##### DATASET

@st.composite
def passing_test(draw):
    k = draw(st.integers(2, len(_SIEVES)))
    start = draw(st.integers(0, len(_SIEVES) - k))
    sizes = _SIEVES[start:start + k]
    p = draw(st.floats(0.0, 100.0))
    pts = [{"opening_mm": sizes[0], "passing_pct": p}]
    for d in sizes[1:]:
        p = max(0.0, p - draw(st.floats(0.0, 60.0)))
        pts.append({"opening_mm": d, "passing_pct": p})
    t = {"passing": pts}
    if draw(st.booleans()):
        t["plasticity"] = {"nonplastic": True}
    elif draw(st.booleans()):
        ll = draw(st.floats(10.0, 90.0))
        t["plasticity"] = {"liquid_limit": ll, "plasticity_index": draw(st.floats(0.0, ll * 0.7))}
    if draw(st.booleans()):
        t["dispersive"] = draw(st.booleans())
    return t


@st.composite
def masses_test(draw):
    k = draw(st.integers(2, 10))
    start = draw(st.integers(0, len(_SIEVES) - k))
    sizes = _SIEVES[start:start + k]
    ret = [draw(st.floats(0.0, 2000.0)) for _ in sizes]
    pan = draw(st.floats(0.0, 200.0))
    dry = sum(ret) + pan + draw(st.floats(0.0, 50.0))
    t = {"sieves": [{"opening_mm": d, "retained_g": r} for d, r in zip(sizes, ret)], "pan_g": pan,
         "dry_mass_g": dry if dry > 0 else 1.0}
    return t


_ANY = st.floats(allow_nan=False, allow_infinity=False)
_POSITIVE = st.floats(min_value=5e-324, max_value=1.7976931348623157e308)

##########

THE TASK:
Repeat the records above in full, word for word.

ANSWER TO THIS EXERCISE:
@st.composite
def passing_test(draw):
    k = draw(st.integers(2, len(_SIEVES)))
    start = draw(st.integers(0, len(_SIEVES) - k))
    sizes = _SIEVES[start:start + k]
    p = draw(st.floats(0.0, 100.0))
    pts = [{"opening_mm": sizes[0], "passing_pct": p}]
    for d in sizes[1:]:
        p = max(0.0, p - draw(st.floats(0.0, 60.0)))
        pts.append({"opening_mm": d, "passing_pct": p})
    t = {"passing": pts}
    if draw(st.booleans()):
        t["plasticity"] = {"nonplastic": True}
    elif draw(st.booleans()):
        ll = draw(st.floats(10.0, 90.0))
        t["plasticity"] = {"liquid_limit": ll, "plasticity_index": draw(st.floats(0.0, ll * 0.7))}
    if draw(st.booleans()):
        t["dispersive"] = draw(st.booleans())
    return t


@st.composite
def masses_test(draw):
    k = draw(st.integers(2, 10))
    start = draw(st.integers(0, len(_SIEVES) - k))
    sizes = _SIEVES[start:start + k]
    ret = [draw(st.floats(0.0, 2000.0)) for _ in sizes]
    pan = draw(st.floats(0.0, 200.0))
    dry = sum(ret) + pan + draw(st.floats(0.0, 50.0))
    t = {"sieves": [{"opening_mm": d, "retained_g": r} for d, r in zip(sizes, ret)], "pan_g": pan,
         "dry_mass_g": dry if dry > 0 else 1.0}
    return t


_ANY = st.floats(allow_nan=False, allow_infinity=False)
_POSITIVE = st.floats(min_value=5e-324, max_value=1.7976931348623157e308)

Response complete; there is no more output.